[[ PROVIDED MATERIAL open ]]

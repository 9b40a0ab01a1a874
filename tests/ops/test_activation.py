"""Activation oracles against mpmath (ulp), scipy.special, published constants, torch float64
autograd (known deviations declared once, below) and float64 finite differences."""
import functools
import math

import numpy as np
import pytest
import scipy.special as sp
import torch
import torch.nn.functional as F

import refops.ops as ops
from refops.ops import activation

from . import mp_reference

U = 2.0 ** -53                      # float64 unit roundoff (IEEE 754-2019)
TINY = np.finfo(np.float64).tiny
ULPS = 4

# (op, params); the ids name the case.
CASES = [
    ("relu", {}), ("relu6", {}), ("leaky_relu", {}), ("leaky_relu", {"negative_slope": 0.2}),
    ("elu", {}), ("elu", {"alpha": 0.7}), ("selu", {}), ("celu", {}), ("celu", {"alpha": 1.3}),
    ("gelu", {}), ("gelu", {"approximate": "tanh"}), ("silu", {}), ("mish", {}),
    ("softplus", {}), ("softplus", {"beta": 1.7, "threshold": 23.0}), ("sigmoid", {}),
    ("logsigmoid", {}), ("tanh", {}), ("atan", {}), ("hardtanh", {}),
    ("hardtanh", {"min_val": -0.7, "max_val": 1.9}), ("hardsigmoid", {}), ("hardswish", {}),
    ("softsign", {}),
]
IDS = [name + "".join(f"-{k}={v}" for k, v in p.items()) for name, p in CASES]

# Derivatives with a zero: within HALF_WIDTH of it the terms of f' (each of size about 1)
# cancel, and the error is measured in ulps of 1 instead of ulps of f'.
DERIVATIVE_ZEROS = {"gelu": -0.75, "silu": -1.28, "mish": -1.19, "hardswish": -1.5}
HALF_WIDTH = 0.5

# Torch 2.13 (CPU, float64) deviations from the exact values, each with its reason
# (shared/SOURCES.md; each confirmed below against mpmath). Nothing else is tolerated.
KNOWN_DEVIATIONS = {
    ("celu", "backward"): "alpha != 1: the input scale 1/alpha enters in reduced precision "
                          "(about 1e-8 relative, more in the tail)",
    ("hardsigmoid", "backward"): "uses the float32 constant 1/6 (3e-8 relative)",
    ("sigmoid", "backward"): "s * (1 - s) from the saved output cancels in the tails",
    ("tanh", "backward"): "1 - t**2 from the saved output cancels in the tails",
    ("gelu", "forward"): "0.5 x (1 + erf(x / sqrt 2)) cancels for x << 0",
}
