def count_macs(path):
    """Multiply-accumulates of one sample, counted from the graph: Conv
    (output elements x input channels per group x kernel), Gemm and MatMul
    (output elements x the shared dimension). onnx.shape_inference gives the
    shapes with every symbolic dimension set to 1."""
    m = onnx.load(path)
    for vi in m.graph.input:
        for d in vi.type.tensor_type.shape.dim:
            if not d.HasField("dim_value"):
                d.dim_value = 1
    m = onnx.shape_inference.infer_shapes(m, strict_mode=True)
    shapes = {i.name: list(i.dims) for i in m.graph.initializer}
    for vi in list(m.graph.input) + list(m.graph.value_info) + list(m.graph.output):
        shapes[vi.name] = [d.dim_value for d in vi.type.tensor_type.shape.dim]
    macs = 0
    for node in m.graph.node:
        out = shapes.get(node.output[0])
        if node.op_type == "Conv":
            wt = shapes[node.input[1]]
            macs += math.prod(out) * math.prod(wt[1:])
        elif node.op_type == "Gemm":
            a = shapes[node.input[0]]
            trans_a = next((x.i for x in node.attribute if x.name == "transA"), 0)
            macs += math.prod(out) * (a[0] if trans_a else a[1])
        elif node.op_type == "MatMul":
            macs += math.prod(out) * shapes[node.input[0]][-1]
    return macs


def size_figures(path):
    """bytes: os.path.getsize; parameters: onnx.load, sum over
    graph.initializer of prod(dims); macs: count_macs."""
    m = onnx.load(path)
    return {"bytes": os.path.getsize(path),
            "parameters": int(sum(math.prod(i.dims) for i in m.graph.initializer)),
            "macs": count_macs(path)}


# --------------------------------------------------------------------------
# running the models

def session(path, threads):
    so = ort.SessionOptions()
    so.intra_op_num_threads = threads
    if threads == 1:
        so.inter_op_num_threads = 1
    so.log_severity_level = 3
    return ort.InferenceSession(path, so, providers=["CPUExecutionProvider"])


def load_set(path):
    with np.load(path, allow_pickle=False) as z:
        arrays = {k: z[k] for k in z.files}
    feeds = {k: v for k, v in arrays.items() if k not in NOT_INPUTS}
    return feeds, arrays.get("labels")


def scored_output(sess):
    """The first float output (metrics.md: the first float tensor that
    squeezes to [N, C])."""
    for i, o in enumerate(sess.get_outputs()):
        if o.type in ("tensor(float)", "tensor(double)", "tensor(float16)"):
            return i, o.name
    raise SystemExit("no float output")


def bulk(sess, feeds, batch_size):
    """Every sample through one model at batch_size; returns (outputs,
    summed engine seconds)."""
    names = [i.name for i in sess.get_inputs()]
    idx, _ = scored_output(sess)
    n = len(next(iter(feeds.values())))
    outs, engine = [], 0.0
    for s in range(0, n, batch_size):
        batch = {k: feeds[k][s:s + batch_size] for k in names}
        t = time.perf_counter()
        out = sess.run(None, batch)[idx]
        engine += time.perf_counter() - t
        outs.append(out)
    out = np.concatenate(outs)
    return out.reshape(n, -1), engine


def to_logits(out):
    """Output kind `auto` (metrics.md section 1): probabilities when every
    value is in [0, 1] and every row sums to 1 within 1e-3, then
    ln(max(p, 1e-12)); else logits. Both in f64."""
    z = out.astype(np.float64)
    if z.min() >= 0 and z.max() <= 1 and np.all(np.abs(z.sum(1) - 1) <= 1e-3):
        return np.log(np.maximum(z, 1e-12)), "probabilities"
    return z, "logits"


# --------------------------------------------------------------------------
# fidelity and accuracy (metrics.md sections 2 and 3)

def soft(z, t=1.0):
    """softmax_T as exp(scipy.special.log_softmax(z / T))."""
    return np.exp(scipy.special.log_softmax(z / t, axis=1))


def wilson(count, n):
    """statsmodels proportion_confint(count, n, alpha=0.05, method="wilson")."""
    lo, hi = proportion_confint(int(count), int(n), alpha=0.05, method="wilson")
    return [float(lo), float(hi)]


def in_topk(z, target, k):
    """[target among the k largest of z], ties by lowest index: numpy rank
    counting (classes strictly larger, or equal with a lower index)."""
    v = z[np.arange(len(z)), target][:, None]
    cls = np.arange(z.shape[1])[None, :]
    rank = np.sum((z > v) | ((z == v) & (cls < target[:, None])), axis=1)
    return rank < k


def kl_mean(zt, zs, t):
    """scipy.special.rel_entr(q, p).sum(axis=1).mean() at temperature t."""
    return float(scipy.special.rel_entr(soft(zt, t), soft(zs, t)).sum(axis=1).mean())


def ece(z, y):
    """15 equal-width bins of max softmax, bin = min(15, max(1, ceil(15 c)));
    numpy.bincount over the bins."""
    conf = soft(z).max(axis=1)
    hit = (np.argmax(z, axis=1) == y).astype(np.float64)
    b = np.minimum(ECE_BINS, np.maximum(1, np.ceil(ECE_BINS * conf))).astype(np.int64)
    n_m = np.bincount(b, minlength=ECE_BINS + 1)
    gap = np.abs(np.bincount(b, hit, ECE_BINS + 1) - np.bincount(b, conf, ECE_BINS + 1))
    return float(gap.sum() / len(z))  # sum_m n_m/N |acc_m - conf_m| = sum_m |sum hit - sum conf| / N


def accuracy(z, y, k):
    hit = np.argmax(z, axis=1) == y
    return {
        "top1": float(hit.mean()),                                      # numpy.mean
        "top1_ci": wilson(hit.sum(), len(y)),                           # statsmodels wilson
        "topk": float(in_topk(z, y, k).mean()),                         # rank counting
        "ece": ece(z, y),                                               # numpy.bincount
        "ece_bins": ECE_BINS,
        "nll": float(-scipy.special.log_softmax(z, axis=1)[np.arange(len(y)), y].mean()),  # log_softmax
    }


def fidelity(zt, zs, t, k):
    n, c = zt.shape
    at, as_ = np.argmax(zt, axis=1), np.argmax(zs, axis=1)              # numpy.argmax
    same = at == as_
    q1, p1 = soft(zt), soft(zs)
    m = 0.5 * (q1 + p1)
    qt = soft(zt, t)
    ct = zt - zt.mean(axis=1, keepdims=True)
    cs = zs - zs.mean(axis=1, keepdims=True)
    counts = np.bincount(at, minlength=c)
    agree = np.bincount(at[same], minlength=c)
    if (~same).any():
        pairs, cnt = np.unique(np.stack([at[~same], as_[~same]], axis=1), axis=0, return_counts=True)
    else:
        pairs, cnt = np.zeros((0, 2), np.int64), np.zeros(0, np.int64)
    dis = sorted(zip((-cnt).tolist(), pairs[:, 0].tolist(), pairs[:, 1].tolist()))[:10]
    return {
        "agreement": float(same.mean()),                                # numpy.mean
        "agreement_ci": wilson(same.sum(), n),                          # statsmodels wilson
        "topk_agreement": float(in_topk(zs, at, k).mean()),             # rank counting
        "kl": kl_mean(zt, zs, t),                                       # scipy.special.rel_entr
        "kl_t1": kl_mean(zt, zs, 1.0),                                  # scipy.special.rel_entr
        "js": float(np.mean(0.5 * scipy.special.rel_entr(q1, m).sum(1)
                            + 0.5 * scipy.special.rel_entr(p1, m).sum(1))),  # scipy.special.rel_entr
        "soft_cross_entropy": float(np.mean(-np.sum(qt * scipy.special.log_softmax(zs / t, axis=1), axis=1))),
        "logit_mse": float(np.mean((cs - ct) ** 2)),                    # numpy
        "class_agreement": [{"class": int(i), "samples": int(counts[i]),
                             "agreement": float(agree[i] / counts[i])} for i in range(c) if counts[i]],
        "disagreements": [{"teacher_class": a, "student_class": b, "count": -nc} for nc, a, b in dis],
    }


def student_accuracy(zt, zs, y, t, alpha, k, teacher_acc, sce):
    acc = accuracy(zs, y, k)
    n = len(y)
    tr, sr = np.argmax(zt, axis=1) == y, np.argmax(zs, axis=1) == y
    b, c = int(np.sum(~tr & sr)), int(np.sum(tr & ~sr))
    d = (b - c) / n
    se = math.sqrt((b + c) - (b - c) ** 2 / n) / n
    acc.update({
        "kd_loss": alpha * t * t * sce + (1 - alpha) * acc["nll"],
        "delta": acc["top1"] - teacher_acc["top1"],
        "delta_ci": [d - Z95 * se, d + Z95 * se],                       # z = scipy.stats.norm.ppf(0.975)
        "retention": acc["top1"] / teacher_acc["top1"] if teacher_acc["top1"] > 0 else None,
        # exact two-sided McNemar: scipy.stats.binomtest
        "mcnemar_p": 1.0 if b + c == 0 else
        float(scipy.stats.binomtest(min(b, c), b + c, 0.5, alternative="two-sided").pvalue),
        "negative_flip_rate": c / n,
    })
    return acc


# --------------------------------------------------------------------------
# latency (metrics.md section 5)

def nearest_rank(values, q):
    """sorted[ceil(q R) - 1] with q exact (numpy.sort, fractions.Fraction)."""
    s = np.sort(values)
    return float(s[math.ceil(Fraction(q) * len(s)) - 1])


def order_interval(values, q):
    """[t(max(l, 1)), t(min(u, R))]: l = scipy.stats.binom.ppf(0.025, R, q),
    u = scipy.stats.binom.ppf(0.975, R, q) + 1 (1-based order statistics)."""
    s = np.sort(values)
    r = len(s)
    lo = int(scipy.stats.binom.ppf(0.025, r, float(q)))
    hi = int(scipy.stats.binom.ppf(0.975, r, float(q))) + 1
    return [float(s[max(lo, 1) - 1]), float(s[min(hi, r) - 1])]


def latency_figures(ms):
    ms = np.asarray(ms)
    return {
        "p50_ms": nearest_rank(ms, Fraction(1, 2)), "p50_ci_ms": order_interval(ms, Fraction(1, 2)),
        "p90_ms": nearest_rank(ms, Fraction(9, 10)), "p90_ci_ms": order_interval(ms, Fraction(9, 10)),
        "p99_ms": nearest_rank(ms, Fraction(99, 100)),
        "mean_ms": float(ms.mean()),
        "stdev_ms": float(ms.std(ddof=1)) if len(ms) > 1 else None,
    }


def one_sample_feeds(sess, feeds, k):
    names = [i.name for i in sess.get_inputs()]
    return [{n: feeds[n][i:i + 1] for n in names} for i in range(k)]


def timed_rounds(sessions, feeds, warmup, iterations):
    """Batch 1; K = min(N, iterations, 32) samples, round r on sample r mod K;
    each model warms up `warmup` times over the same K samples, then every
    round runs each model once in an order rotated by one each round; each
    run timed with time.perf_counter around sess.run alone (at least 1 ns).
    Returns ms[round][model]."""
    n = len(next(iter(feeds.values())))
    k = min(n, iterations, 32)
    per_model = [one_sample_feeds(s, feeds, k) for s in sessions]
    for s, f in zip(sessions, per_model):
        for w in range(warmup):
            s.run(None, f[w % k])
    m = len(sessions)
    rounds = np.zeros((iterations, m))
    for r in range(iterations):
        for j in range(m):
            i = (r + j) % m
            sess, f = sessions[i], per_model[i][r % k]
            t = time.perf_counter()
            sess.run(None, f)
            rounds[r, i] = max(time.perf_counter() - t, 1e-9) * 1e3
    return rounds


# --------------------------------------------------------------------------
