-- Schema version 2. Ids become sqlx's own UUID encoding (16 bytes, which
-- sort as UUID v7 sort: by time), so that rows decode into typed structs;
-- the queue's `lease_owner`, which never expired, is `claimed_by`; a set
-- records its largest label for checks without reading it again; timed
-- rounds are kept for GET /v1/evaluations/{id}/timings.
--
-- Old tables are renamed away first (SQLite rewrites the foreign keys that
-- name them), new ones are made under the old names, rows are copied with
-- their ids converted, and the old tables are dropped.

ALTER TABLE reports RENAME TO reports_v1;
ALTER TABLE candidates RENAME TO candidates_v1;
ALTER TABLE evaluation_tags RENAME TO evaluation_tags_v1;
ALTER TABLE evaluation_students RENAME TO evaluation_students_v1;
ALTER TABLE evaluations RENAME TO evaluations_v1;
ALTER TABLE datasets RENAME TO datasets_v1;
ALTER TABLE models RENAME TO models_v1;

CREATE TABLE models (
    id          BLOB PRIMARY KEY,
    name        TEXT NOT NULL,
    sha256      TEXT NOT NULL UNIQUE,
    bytes       INTEGER NOT NULL,
    info        TEXT NOT NULL,          -- JSON: parameters, macs, opset, producer, inputs, outputs
    created_at  TEXT NOT NULL
);

CREATE TABLE datasets (
    id             BLOB PRIMARY KEY,
    name           TEXT NOT NULL,
    sha256         TEXT NOT NULL UNIQUE,
    bytes          INTEGER NOT NULL,
    samples        INTEGER NOT NULL,
    has_labels     INTEGER NOT NULL,
    arrays         TEXT NOT NULL,       -- JSON: [{name, dtype, shape}]
    largest_label  TEXT,                -- JSON {value, sample}; NULL: none, or not recorded (version 1)
    created_at     TEXT NOT NULL
);

CREATE TABLE evaluations (
    id              BLOB PRIMARY KEY,   -- UUID v7: sorts by creation time
    project         TEXT NOT NULL,
    teacher_id      BLOB NOT NULL REFERENCES models(id),
    dataset_id      BLOB NOT NULL REFERENCES datasets(id),
    status          TEXT NOT NULL CHECK (status IN ('queued', 'running', 'succeeded', 'failed', 'canceled')),
    request         TEXT NOT NULL,      -- JSON: the request as applied
    tags            TEXT NOT NULL,      -- JSON object of strings
    progress_stage  TEXT,               -- NULL while waiting
    progress_done   INTEGER NOT NULL DEFAULT 0,
    progress_total  INTEGER NOT NULL DEFAULT 0,
    error           TEXT,               -- JSON problem object when failed
    attempts        INTEGER NOT NULL DEFAULT 0,
    claimed_by      TEXT,               -- the worker running it, while it runs
    created_at      TEXT NOT NULL,
    started_at      TEXT,
    finished_at     TEXT,
    verdict         TEXT,
    recommended_id  BLOB REFERENCES models(id)
);

CREATE TABLE evaluation_students (
    evaluation_id  BLOB NOT NULL REFERENCES evaluations(id) ON DELETE CASCADE,
    position       INTEGER NOT NULL,
    model_id       BLOB NOT NULL REFERENCES models(id),
    PRIMARY KEY (evaluation_id, position)
);

CREATE TABLE evaluation_tags (
    evaluation_id  BLOB NOT NULL REFERENCES evaluations(id) ON DELETE CASCADE,
    key            TEXT NOT NULL,
    value          TEXT NOT NULL,
    PRIMARY KEY (evaluation_id, key)
);

-- One row per candidate with the headline figures, so that lists and the
-- dashboard need not parse reports.
CREATE TABLE candidates (
    evaluation_id   BLOB NOT NULL REFERENCES evaluations(id) ON DELETE CASCADE,
    model_id        BLOB NOT NULL REFERENCES models(id),
    rank            INTEGER NOT NULL,
    agreement       REAL NOT NULL,
    kl              REAL NOT NULL,
    top1            REAL,
    top1_delta      REAL,
    p50_ms          REAL NOT NULL,
    p90_ms          REAL NOT NULL,
    speedup         REAL NOT NULL,
    bytes           INTEGER NOT NULL,
    size_ratio      REAL NOT NULL,
    passed          INTEGER NOT NULL,
    pareto_optimal  INTEGER NOT NULL,
    PRIMARY KEY (evaluation_id, rank)
);

CREATE TABLE reports (
    evaluation_id  BLOB PRIMARY KEY REFERENCES evaluations(id) ON DELETE CASCADE,
    body           TEXT NOT NULL
);

-- Every timed run of a succeeded evaluation: JSON [[ms, ...], ...], one row
-- per round, one column per timed model.
CREATE TABLE timings (
    evaluation_id  BLOB PRIMARY KEY REFERENCES evaluations(id) ON DELETE CASCADE,
    rounds         TEXT NOT NULL
);

INSERT INTO models (id, name, sha256, bytes, info, created_at)
    SELECT unhex(replace(id, '-', '')), name, sha256, bytes, info, created_at FROM models_v1;
INSERT INTO datasets (id, name, sha256, bytes, samples, has_labels, arrays, largest_label, created_at)
    SELECT unhex(replace(id, '-', '')), name, sha256, bytes, samples, has_labels, arrays, NULL,
           created_at FROM datasets_v1;
INSERT INTO evaluations (id, project, teacher_id, dataset_id, status, request, tags,
                         progress_stage, progress_done, progress_total, error, attempts,
                         claimed_by, created_at, started_at, finished_at, verdict, recommended_id)
    SELECT unhex(replace(id, '-', '')), project, unhex(replace(teacher_id, '-', '')),
           unhex(replace(dataset_id, '-', '')), status, request, tags,
           CASE progress_stage WHEN 'offline' THEN 'bulk' WHEN 'warmup' THEN 'timing'
                               WHEN 'latency' THEN 'timing' ELSE progress_stage END,
           progress_done, progress_total, error, attempts, lease_owner, created_at, started_at,
           finished_at, verdict, unhex(replace(recommended_id, '-', ''))
    FROM evaluations_v1;
INSERT INTO evaluation_students (evaluation_id, position, model_id)
    SELECT unhex(replace(evaluation_id, '-', '')), position, unhex(replace(model_id, '-', ''))
    FROM evaluation_students_v1;
INSERT INTO evaluation_tags (evaluation_id, key, value)
    SELECT unhex(replace(evaluation_id, '-', '')), key, value FROM evaluation_tags_v1;
INSERT INTO candidates (evaluation_id, model_id, rank, agreement, kl, top1, top1_delta, p50_ms,
                        p90_ms, speedup, bytes, size_ratio, passed, pareto_optimal)
    SELECT unhex(replace(evaluation_id, '-', '')), unhex(replace(model_id, '-', '')), rank,
           agreement, kl, top1, top1_delta, p50_ms, p90_ms, speedup, bytes, size_ratio, passed,
           pareto_optimal FROM candidates_v1;
INSERT INTO reports (evaluation_id, body)
    SELECT unhex(replace(evaluation_id, '-', '')), body FROM reports_v1;

DROP TABLE reports_v1;
DROP TABLE candidates_v1;
DROP TABLE evaluation_tags_v1;
DROP TABLE evaluation_students_v1;
DROP TABLE evaluations_v1;
DROP TABLE datasets_v1;
DROP TABLE models_v1;

CREATE INDEX evaluations_by_project ON evaluations (project, id);
CREATE INDEX evaluations_by_teacher ON evaluations (teacher_id, id);
CREATE INDEX evaluations_by_status ON evaluations (status, id);
CREATE INDEX evaluation_tags_by_pair ON evaluation_tags (key, value);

[[ PROVIDED MATERIAL closed ]]

Proceeding from the line containing "created_at FROM models_v1;" through the line containing "INSERT INTO datasets", transcribe the lines above exactly, both end lines included.

* **EXERCISE SOLUTION**:
    SELECT unhex(replace(id, '-', '')), name, sha256, bytes, info, created_at FROM models_v1;
INSERT INTO datasets (id, name, sha256, bytes, samples, has_labels, arrays, largest_label, created_at)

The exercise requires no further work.